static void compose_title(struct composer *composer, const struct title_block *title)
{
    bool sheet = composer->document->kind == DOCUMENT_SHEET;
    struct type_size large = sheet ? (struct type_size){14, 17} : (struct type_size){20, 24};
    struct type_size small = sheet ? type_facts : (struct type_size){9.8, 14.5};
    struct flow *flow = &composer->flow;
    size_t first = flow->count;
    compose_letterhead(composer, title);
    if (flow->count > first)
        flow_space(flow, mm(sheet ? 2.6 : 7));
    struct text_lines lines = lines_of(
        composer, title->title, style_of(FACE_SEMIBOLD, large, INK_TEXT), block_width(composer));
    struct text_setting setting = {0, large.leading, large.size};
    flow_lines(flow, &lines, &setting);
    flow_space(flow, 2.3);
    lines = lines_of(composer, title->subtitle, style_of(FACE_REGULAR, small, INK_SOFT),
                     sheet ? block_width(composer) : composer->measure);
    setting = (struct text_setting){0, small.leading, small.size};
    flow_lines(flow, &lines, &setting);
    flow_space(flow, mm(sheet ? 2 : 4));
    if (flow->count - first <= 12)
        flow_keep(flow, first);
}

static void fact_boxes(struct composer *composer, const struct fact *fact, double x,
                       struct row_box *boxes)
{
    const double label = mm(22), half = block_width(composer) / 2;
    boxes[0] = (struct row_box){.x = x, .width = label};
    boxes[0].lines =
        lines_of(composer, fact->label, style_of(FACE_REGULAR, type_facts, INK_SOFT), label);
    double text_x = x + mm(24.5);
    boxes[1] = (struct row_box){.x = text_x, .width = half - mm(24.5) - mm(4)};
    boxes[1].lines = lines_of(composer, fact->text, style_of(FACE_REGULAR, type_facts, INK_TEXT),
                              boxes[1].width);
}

....

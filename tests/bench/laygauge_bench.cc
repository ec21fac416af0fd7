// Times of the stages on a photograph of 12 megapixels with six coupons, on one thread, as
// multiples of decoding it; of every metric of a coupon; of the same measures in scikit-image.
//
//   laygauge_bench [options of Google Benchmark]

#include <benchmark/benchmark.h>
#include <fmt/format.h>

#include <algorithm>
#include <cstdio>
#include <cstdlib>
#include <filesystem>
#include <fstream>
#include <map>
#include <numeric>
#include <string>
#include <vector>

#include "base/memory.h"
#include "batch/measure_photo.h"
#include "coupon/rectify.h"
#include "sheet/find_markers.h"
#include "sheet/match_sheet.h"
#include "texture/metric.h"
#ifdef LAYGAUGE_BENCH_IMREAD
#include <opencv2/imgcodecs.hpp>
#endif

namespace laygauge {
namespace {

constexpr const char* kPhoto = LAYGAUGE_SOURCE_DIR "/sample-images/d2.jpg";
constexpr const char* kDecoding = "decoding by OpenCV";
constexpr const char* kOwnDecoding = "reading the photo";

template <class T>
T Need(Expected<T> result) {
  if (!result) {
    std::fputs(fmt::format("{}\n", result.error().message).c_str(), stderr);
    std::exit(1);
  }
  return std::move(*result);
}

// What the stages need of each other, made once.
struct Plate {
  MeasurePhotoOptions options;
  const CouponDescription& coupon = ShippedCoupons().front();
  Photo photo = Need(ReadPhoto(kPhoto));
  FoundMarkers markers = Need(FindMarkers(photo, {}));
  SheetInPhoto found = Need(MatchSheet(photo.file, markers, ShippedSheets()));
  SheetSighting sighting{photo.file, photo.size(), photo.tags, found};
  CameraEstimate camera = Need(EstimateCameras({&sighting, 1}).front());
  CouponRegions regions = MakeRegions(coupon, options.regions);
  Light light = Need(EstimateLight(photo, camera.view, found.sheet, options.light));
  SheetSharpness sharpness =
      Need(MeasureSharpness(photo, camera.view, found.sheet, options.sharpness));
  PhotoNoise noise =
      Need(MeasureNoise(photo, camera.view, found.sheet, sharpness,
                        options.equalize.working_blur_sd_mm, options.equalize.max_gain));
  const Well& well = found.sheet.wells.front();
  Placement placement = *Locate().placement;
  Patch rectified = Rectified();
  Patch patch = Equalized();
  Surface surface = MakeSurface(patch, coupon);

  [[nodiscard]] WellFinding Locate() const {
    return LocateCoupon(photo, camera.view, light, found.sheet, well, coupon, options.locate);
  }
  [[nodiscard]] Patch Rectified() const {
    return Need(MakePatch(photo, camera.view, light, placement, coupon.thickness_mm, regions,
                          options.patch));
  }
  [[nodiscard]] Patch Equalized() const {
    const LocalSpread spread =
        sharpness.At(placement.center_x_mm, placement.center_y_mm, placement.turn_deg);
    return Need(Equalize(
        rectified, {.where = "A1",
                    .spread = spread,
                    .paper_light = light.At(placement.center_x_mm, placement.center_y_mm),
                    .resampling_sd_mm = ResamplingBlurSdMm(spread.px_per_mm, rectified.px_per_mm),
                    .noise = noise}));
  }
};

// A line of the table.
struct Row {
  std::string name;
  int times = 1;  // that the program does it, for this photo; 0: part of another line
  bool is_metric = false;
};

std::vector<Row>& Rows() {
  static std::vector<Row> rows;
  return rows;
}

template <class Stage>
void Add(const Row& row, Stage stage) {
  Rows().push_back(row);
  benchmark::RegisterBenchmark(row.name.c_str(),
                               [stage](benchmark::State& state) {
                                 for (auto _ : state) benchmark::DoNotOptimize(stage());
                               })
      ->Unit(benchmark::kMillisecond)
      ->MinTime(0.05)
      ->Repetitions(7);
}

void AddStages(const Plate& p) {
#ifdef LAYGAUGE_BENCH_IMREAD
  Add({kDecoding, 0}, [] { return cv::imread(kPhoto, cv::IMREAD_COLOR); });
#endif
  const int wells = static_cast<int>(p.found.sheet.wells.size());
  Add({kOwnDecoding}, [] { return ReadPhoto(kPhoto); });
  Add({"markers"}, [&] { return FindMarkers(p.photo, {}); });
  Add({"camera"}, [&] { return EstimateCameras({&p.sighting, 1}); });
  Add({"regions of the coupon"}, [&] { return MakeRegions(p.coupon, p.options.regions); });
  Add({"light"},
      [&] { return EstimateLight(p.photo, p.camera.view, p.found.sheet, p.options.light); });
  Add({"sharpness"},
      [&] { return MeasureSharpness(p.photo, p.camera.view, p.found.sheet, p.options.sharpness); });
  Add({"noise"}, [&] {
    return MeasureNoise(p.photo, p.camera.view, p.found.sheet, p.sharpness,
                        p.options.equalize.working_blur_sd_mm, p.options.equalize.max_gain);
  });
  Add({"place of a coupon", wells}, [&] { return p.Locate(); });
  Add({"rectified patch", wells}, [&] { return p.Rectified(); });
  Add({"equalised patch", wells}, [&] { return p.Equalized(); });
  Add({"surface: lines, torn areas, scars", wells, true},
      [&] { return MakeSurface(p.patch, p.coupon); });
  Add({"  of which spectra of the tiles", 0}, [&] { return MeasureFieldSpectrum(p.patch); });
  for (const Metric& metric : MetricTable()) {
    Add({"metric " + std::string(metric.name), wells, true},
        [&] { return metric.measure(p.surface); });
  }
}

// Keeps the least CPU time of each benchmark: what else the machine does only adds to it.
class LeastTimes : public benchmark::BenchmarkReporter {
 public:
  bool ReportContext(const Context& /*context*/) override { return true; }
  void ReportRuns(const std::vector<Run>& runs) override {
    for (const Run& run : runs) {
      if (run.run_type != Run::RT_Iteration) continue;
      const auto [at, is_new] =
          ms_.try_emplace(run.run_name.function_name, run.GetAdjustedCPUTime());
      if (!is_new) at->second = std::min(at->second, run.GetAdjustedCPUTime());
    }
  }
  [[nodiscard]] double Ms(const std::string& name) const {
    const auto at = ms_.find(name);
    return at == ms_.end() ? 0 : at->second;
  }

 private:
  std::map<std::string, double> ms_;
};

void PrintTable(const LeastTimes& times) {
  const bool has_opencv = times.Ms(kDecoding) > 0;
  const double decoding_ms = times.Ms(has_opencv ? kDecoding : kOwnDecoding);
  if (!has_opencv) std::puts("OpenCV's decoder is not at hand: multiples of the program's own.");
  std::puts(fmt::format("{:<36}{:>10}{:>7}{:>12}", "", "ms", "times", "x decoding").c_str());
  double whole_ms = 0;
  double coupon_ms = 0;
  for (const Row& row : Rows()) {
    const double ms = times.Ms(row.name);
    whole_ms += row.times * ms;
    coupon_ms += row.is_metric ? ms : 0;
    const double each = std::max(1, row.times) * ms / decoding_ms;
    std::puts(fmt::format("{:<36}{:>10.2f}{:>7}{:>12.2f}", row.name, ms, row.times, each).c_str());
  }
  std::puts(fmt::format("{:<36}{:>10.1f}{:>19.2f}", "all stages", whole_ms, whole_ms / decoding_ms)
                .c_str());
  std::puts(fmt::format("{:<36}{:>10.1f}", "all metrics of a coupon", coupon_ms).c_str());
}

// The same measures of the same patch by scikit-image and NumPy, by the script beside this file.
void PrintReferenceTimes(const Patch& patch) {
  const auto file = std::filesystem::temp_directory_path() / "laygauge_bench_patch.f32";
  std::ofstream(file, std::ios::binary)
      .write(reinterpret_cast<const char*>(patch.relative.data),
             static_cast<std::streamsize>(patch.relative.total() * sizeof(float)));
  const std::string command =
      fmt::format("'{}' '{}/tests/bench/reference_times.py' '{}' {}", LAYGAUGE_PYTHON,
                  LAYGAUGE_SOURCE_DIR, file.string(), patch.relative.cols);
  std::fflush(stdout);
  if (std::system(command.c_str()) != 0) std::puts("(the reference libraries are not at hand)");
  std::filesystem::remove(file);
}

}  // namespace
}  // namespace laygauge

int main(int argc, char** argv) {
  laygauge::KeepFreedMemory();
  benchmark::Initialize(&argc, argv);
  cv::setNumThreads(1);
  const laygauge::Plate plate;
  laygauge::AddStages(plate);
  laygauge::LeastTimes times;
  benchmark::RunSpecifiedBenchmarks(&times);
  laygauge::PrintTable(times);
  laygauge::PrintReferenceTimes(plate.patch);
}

....

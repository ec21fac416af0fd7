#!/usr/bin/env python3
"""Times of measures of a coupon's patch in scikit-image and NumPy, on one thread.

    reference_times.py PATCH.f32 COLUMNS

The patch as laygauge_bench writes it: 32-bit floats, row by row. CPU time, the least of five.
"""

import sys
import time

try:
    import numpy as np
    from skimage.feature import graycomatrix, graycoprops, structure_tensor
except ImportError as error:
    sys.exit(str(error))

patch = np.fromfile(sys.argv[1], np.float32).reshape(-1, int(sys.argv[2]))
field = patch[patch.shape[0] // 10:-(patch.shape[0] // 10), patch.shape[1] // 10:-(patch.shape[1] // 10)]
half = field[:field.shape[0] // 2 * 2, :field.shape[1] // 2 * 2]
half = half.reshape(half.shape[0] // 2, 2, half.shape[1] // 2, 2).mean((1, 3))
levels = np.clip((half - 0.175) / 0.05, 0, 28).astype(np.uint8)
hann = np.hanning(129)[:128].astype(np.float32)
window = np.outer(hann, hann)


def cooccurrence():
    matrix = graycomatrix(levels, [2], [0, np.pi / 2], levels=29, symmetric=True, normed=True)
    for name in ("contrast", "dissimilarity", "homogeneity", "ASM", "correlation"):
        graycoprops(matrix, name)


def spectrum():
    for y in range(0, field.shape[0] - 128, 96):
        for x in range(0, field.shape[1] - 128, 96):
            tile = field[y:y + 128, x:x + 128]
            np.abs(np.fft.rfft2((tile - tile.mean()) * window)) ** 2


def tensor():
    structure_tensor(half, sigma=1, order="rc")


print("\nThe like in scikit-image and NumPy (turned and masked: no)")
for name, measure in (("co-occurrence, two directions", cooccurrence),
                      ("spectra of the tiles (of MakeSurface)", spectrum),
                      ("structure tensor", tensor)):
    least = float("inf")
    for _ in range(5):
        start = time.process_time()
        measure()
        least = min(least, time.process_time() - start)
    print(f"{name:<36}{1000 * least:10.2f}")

....

• [EXERCISE DIRECTIONS]:
Return each line above where the word "GetAdjustedCPUTime" shows up.

• [RESPONSE BOX]:
          ms_.try_emplace(run.run_name.function_name, run.GetAdjustedCPUTime());
      if (!is_new) at->second = std::min(at->second, run.GetAdjustedCPUTime());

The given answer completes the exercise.